Гуго пожал плечами. Этот довод был уже выше его компетенции.
– В любом случае наследник русского царя должен исчезнуть из Эренборга, – решительно сказал фон Шенборн. – Мы отправим его на юг. Объясним, что воздух замка не подходит для его спутницы, раз уж она имела счастье забеременеть от царевича.
– Прикажете мне ехать сейчас? – спросил Карл.
– Увы, ехать придется мне, – тяжело вздохнул вице-канцлер. – Царевич Алексей капризен и не примет никого, кто не соответствует его рангу.
– Но русские могут тоже поехать в Эренборг, – сказал Гуго.
– Зачем?
– Попытаться выяснить, в каких условиях содержится царевич и можно ли его выкрасть.
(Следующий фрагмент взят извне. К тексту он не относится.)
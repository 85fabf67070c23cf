"""Private kernels of the ``forward_bem`` plugin: double-layer integrals with a linear basis.

For a field point r and a flat triangle with corners x1, x2, x3 (outward unit
normal n, area A) the double-layer integral of the linear hat function psi_k
of corner k is, exactly,

    int psi_k dOmega = (1 - g_k . (x_k - r)) * Omega - h * sum_e (g_k . m_e) * gamma_e

where Omega is the triangle's solid angle seen from r (van Oosterom &
Strackee 1983), g_k = n x (x_{k+2} - x_{k+1}) / (2A) the in-plane gradient of
psi_k, h = n . (x1 - r) the height of the plane above r, m_e the outward
in-plane normal of edge e and gamma_e = int_e dl / |x - r| its analytic line
integral. This is the closed form for linear collocation in the manner of de
Munck (1992), derived here from the surface gradient theorem: the in-plane part
of int (x - r) / |x - r|^3 dS equals -sum_e m_e gamma_e.

All dot products with r are written as matrix products so a block of field
points against all triangles costs a few (m, 3) @ (3, k) products.
"""
from __future__ import annotations

import os
from concurrent.futures import ThreadPoolExecutor

import numpy as np
import scipy.sparse as sp

from prep.geometry.layers import dot3, inside
from prep.geometry.meshstats import edge_counts, face_areas, face_cross, face_normals

FOUR_PI = 4.0 * np.pi


def _faces_scatter(faces: np.ndarray, n_vertices: int) -> list[sp.csr_matrix]:
    """Three (k, n) 0/1 matrices mapping a per-face corner value to its vertex column."""
    k = len(faces)
    rows = np.arange(k)
    return [sp.csr_matrix((np.ones(k), (rows, faces[:, c])), shape=(k, n_vertices)) for c in range(3)]


def _compiled():  # noqa: ANN202 - the numba kernel or None
    try:
        from ._forward_bem_jit import linear_weights
    except ImportError:
        return None
    return linear_weights


def inside_closed(points: np.ndarray, vertices: np.ndarray, faces: np.ndarray) -> np.ndarray:
    """(m,) bool: points enclosed by a closed outward mesh (total solid angle > 2 pi).

    Points strictly inside a ball about the vertex centroid that no face's
    plane enters are inside without any solid angle (exact: a point's distance
    to a triangle is at least its distance to the triangle's plane, so the
    ball misses the surface, and the centre is tested first). The others get
    the compiled winding-number kernel (parallel over points) when numba is
    importable, else :func:`prep.geometry.layers.inside`; same test, same threshold.
    """
    p = np.ascontiguousarray(points, dtype=float).reshape(-1, 3)
    v = np.ascontiguousarray(vertices, dtype=float)
    f = np.ascontiguousarray(faces, dtype=np.int64)
    try:
        from ._forward_bem_jit import solid_angle_sums
    except ImportError:
        def winding(q: np.ndarray) -> np.ndarray:
            return inside(q, v, f)
    else:
        def winding(q: np.ndarray) -> np.ndarray:
            return np.abs(solid_angle_sums(q, v, f)) > 2.0 * np.pi
    centre = v.mean(axis=0)
    n, _ = face_normals(v, f)
    radius = float(np.abs(np.einsum("ij,ij->i", n, v[f[:, 0]] - centre)).min()) if len(f) else 0.0
    sure = np.zeros(len(p), dtype=bool)
    if radius > 0.0 and winding(centre[None, :])[0]:
        rel = p - centre
        sure = np.einsum("ij,ij->i", rel, rel) < (radius * (1.0 - 1e-9)) ** 2
    out = sure.copy()
    rest = np.flatnonzero(~sure)
    if len(rest):
        out[rest] = winding(np.ascontiguousarray(p[rest]))
    return out


class LinearDoubleLayer:
    """Precomputed per-triangle and per-edge constants of one closed mesh.

    Parameters
    ----------
    vertices : (n, 3) float64, metres
    faces : (k, 3) int64, outward
    """

    def __init__(self, vertices: np.ndarray, faces: np.ndarray) -> None:
        v = np.ascontiguousarray(vertices, dtype=float)
        f = np.ascontiguousarray(faces, dtype=np.int64)
        self.n_vertices = len(v)
        self.vt = np.ascontiguousarray(v.T)
        self.vsq = np.einsum("ij,ij->i", v, v)
        self.faces = f
        x = [v[f[:, c]] for c in range(3)]
        cross = face_cross(v, f)
        n, _ = face_normals(v, f, cross=cross)
        area = face_areas(v, f, cross=cross)
        # matrices applied to r: columns [2A n | n | g_0 | g_1 | g_2], one (3, 5k) product per block
        inv2a = np.divide(1.0, 2.0 * area, out=np.zeros_like(area), where=area > 0)
        g = [np.cross(n, x[(c + 2) % 3] - x[(c + 1) % 3]) * inv2a[:, None] for c in range(3)]
        self.rmat = np.ascontiguousarray(np.concatenate([2.0 * area[:, None] * n, n] + g).T)
        self.det0 = np.einsum("ij,ij->i", x[0], np.cross(x[1], x[2]))
        self.hn = np.einsum("ij,ij->i", n, x[0])
        self.one_minus_gx = [1.0 - np.einsum("ij,ij->i", g[c], x[c]) for c in range(3)]
        # unique edges; the line integral of 1/|x - r| does not depend on direction
        ec = edge_counts(f)
        edges = ec.unique
        self.edges = edges
        self.face_edge = ec.inverse.reshape(-1, 3).T  # (3, k): edge index of face edge e (corner e -> e+1)
        d = v[edges[:, 1]] - v[edges[:, 0]]
        self.elen = np.linalg.norm(d, axis=1)
        t = d / np.maximum(self.elen, 1e-300)[:, None]
        self.et = np.ascontiguousarray(t.T)
        self.etx = np.einsum("ij,ij->i", t, v[edges[:, 0]])
        self.edge_len_sq_face = [np.einsum("ij,ij->i", x[(e + 1) % 3] - x[e], x[(e + 1) % 3] - x[e])
                                 for e in range(3)]
        coef = np.zeros((3, 3, len(f)))
        for e in range(3):
            de = x[(e + 1) % 3] - x[e]
            le = np.linalg.norm(de, axis=1)
            te = np.divide(de, le[:, None], out=np.zeros_like(de), where=le[:, None] > 0)
            m = np.cross(te, n)
            for c in range(3):
                coef[c, e] = np.einsum("ij,ij->i", g[c], m)
        self.coef = coef
        self.scatter = _faces_scatter(f, len(v))
        # layout of the compiled kernel: shared vertices and unique edges, per-face constants
        self.jit_args = (v, np.ascontiguousarray(edges, dtype=np.int64),
                         np.ascontiguousarray(self.face_edge.T, dtype=np.int64), np.ascontiguousarray(n),
                         np.ascontiguousarray(np.stack(g, axis=1)),
                         np.ascontiguousarray(np.stack(self.one_minus_gx, axis=1)),
                         np.ascontiguousarray(coef.transpose(2, 0, 1)), f)

    def weights(self, points: np.ndarray, block: int = 24, threads: int | None = None,
                backend: str = "auto") -> np.ndarray:
        """(m, n) float64: int psi_j dOmega_r for every point r (rows) and vertex j (columns).

        Pairs where r is a corner of the triangle (the triangle is seen edge-on)
        contribute zero; the caller fixes the diagonal of a self block.
        ``backend``: ``"numba"`` (compiled loop, parallel over points), ``"numpy"``
        (row blocks on ``threads`` threads; numpy releases the GIL in its loops)
        or ``"auto"`` (numba when importable).
        """
        p = np.ascontiguousarray(points, dtype=float)
        compiled = _compiled() if backend in ("auto", "numba") else None
        if backend == "numba" and compiled is None:
            raise RuntimeError("backend 'numba' asked for but numba is not importable")
        if compiled is not None:
            return compiled(p, *self.jit_args, self.n_vertices)
        out = np.empty((len(p), self.n_vertices))

        def work(s: int) -> None:
            out[s:s + block] = self._block(p[s:s + block])

        starts = range(0, len(p), block)
        n_threads = threads or os.cpu_count() or 1
        if n_threads <= 1 or len(p) <= block:
            for s in starts:
                work(s)
        else:
            with ThreadPoolExecutor(max_workers=n_threads) as pool:
                list(pool.map(work, starts))
        return out

    def _block(self, r: np.ndarray) -> np.ndarray:
        k = len(self.faces)
        rr = np.einsum("ij,ij->i", r, r)[:, None]
        dist_sq = np.maximum(self.vsq[None, :] - 2.0 * (dot3(r, self.vt)) + rr, 0.0)
        dist = np.sqrt(dist_sq)
        # edges: s_a = t.(x_a - r), s_b = s_a + L
        ea, eb = self.edges[:, 0], self.edges[:, 1]
        sa = self.etx[None, :] - dot3(r, self.et)
        sb = sa + self.elen[None, :]
        na, nb = dist[:, ea], dist[:, eb]
        fwd = sa + sb >= 0.0
        with np.errstate(divide="ignore", invalid="ignore"):
            gam = np.log(np.where(fwd, nb + sb, na - sa) / np.where(fwd, na + sa, nb - sb))
        f = self.faces
        n = [dist[:, f[:, c]] for c in range(3)]
        sq = [dist_sq[:, f[:, c]] for c in range(3)]
        # y_a . y_b = (|y_a|^2 + |y_b|^2 - |x_b - x_a|^2) / 2
        d01 = 0.5 * (sq[0] + sq[1] - self.edge_len_sq_face[0])
        d12 = 0.5 * (sq[1] + sq[2] - self.edge_len_sq_face[1])
        d20 = 0.5 * (sq[2] + sq[0] - self.edge_len_sq_face[2])
        rm = dot3(r, self.rmat)
        num = self.det0[None, :] - rm[:, :k]
        den = n[0] * n[1] * n[2] + d01 * n[2] + d20 * n[1] + d12 * n[0]
        with np.errstate(divide="ignore", invalid="ignore"):
            omega = 2.0 * np.arctan(num / den)
        omega += np.where(den < 0.0, np.where(num >= 0.0, 2.0 * np.pi, -2.0 * np.pi), 0.0)
        h = self.hn[None, :] - rm[:, k:2 * k]
        scale = np.maximum(n[0], np.maximum(n[1], n[2]))
        corner = np.minimum(n[0], np.minimum(n[1], n[2])) <= 1e-6 * scale  # expanded distances lose digits
        ge = [gam[:, self.face_edge[e]] for e in range(3)]
        total = None
        for c in range(3):
            lin = self.one_minus_gx[c][None, :] + rm[:, (2 + c) * k:(3 + c) * k]
            with np.errstate(invalid="ignore"):  # NaN only at the corners, zeroed on the next line
                line = ge[0] * self.coef[c, 0] + ge[1] * self.coef[c, 1] + ge[2] * self.coef[c, 2]
                w = lin * omega - h * line
            w[corner] = 0.0
            part = np.asarray(self.scatter[c].T.dot(w.T)).T
            total = part if total is None else total + part
        return total


def infinite_potentials(points: np.ndarray, positions: np.ndarray, normals: np.ndarray | None) -> np.ndarray:
    """Unit-conductivity potentials of current dipoles, V*S/m per A*m.

    ``points`` (n, 3) metres, ``positions`` (m, 3) metres. Returns (n, m) for
    moments along ``normals`` (m, 3), else (n, 3m) with x, y, z per dipole
    adjacent. g = p . (r - r0) / (4 pi |r - r0|^3).

    Works on the three (n, m) coordinate differences (exact, no expanded
    distances) with in-place operations: no (n, m, 3) temporary.
    """
    r = np.asarray(points, dtype=float)
    q = np.asarray(positions, dtype=float)
    d = [r[:, c:c + 1] - q[None, :, c] for c in range(3)]
    inv = d[0] * d[0]
    inv += d[1] * d[1]
    inv += d[2] * d[2]
    np.multiply(inv, np.sqrt(inv), out=inv)
    inv *= FOUR_PI
    np.divide(1.0, inv, out=inv)          # 1 / (4 pi |r - r0|^3)
    if normals is not None:
        nrm = np.asarray(normals, dtype=float)
        g = d[0] * nrm[None, :, 0]
        g += d[1] * nrm[None, :, 1]
        g += d[2] * nrm[None, :, 2]
        g *= inv
        return g
    out = np.empty((len(r), len(q), 3))
    for c in range(3):
        np.multiply(d[c], inv, out=out[:, :, c])
    return out.reshape(len(r), -1)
– Тогда, – фон Шенборн наставил золотой ножик на своего агента, – ты должен взять людей и задержать русских офицеров. Хотя это может закончиться дракой и даже…
– Что плохого в том, что русские исчезнут в горах? – спокойно спросил Шлегель.
– Но и ничего хорошего. Впрочем, сделаем по-другому. Я прикажу, чтобы мне быстро отобрали самых заядлых драчунов из офицеров. Тогда это будет выглядеть как поединок чести. И вот тут уже действительно ничего не останется, кроме как извиниться и сослаться на горячность равных. А твои люди пригодятся мне в качестве эскорта. Придется ехать тайно, обычную охрану не возьмешь. Так что – действуй.
Тироль. Крепость Эренборг. 1717 г.
Фрося проснулась среди ночи оттого, что Алеша громко стонал. Растрепанная, заспанная, она приподнялась, опираясь локтем на подушку. Царевич лежал на спине с широко открытыми глазами.
– Ты что? – испуганно спросила она. – Заболел?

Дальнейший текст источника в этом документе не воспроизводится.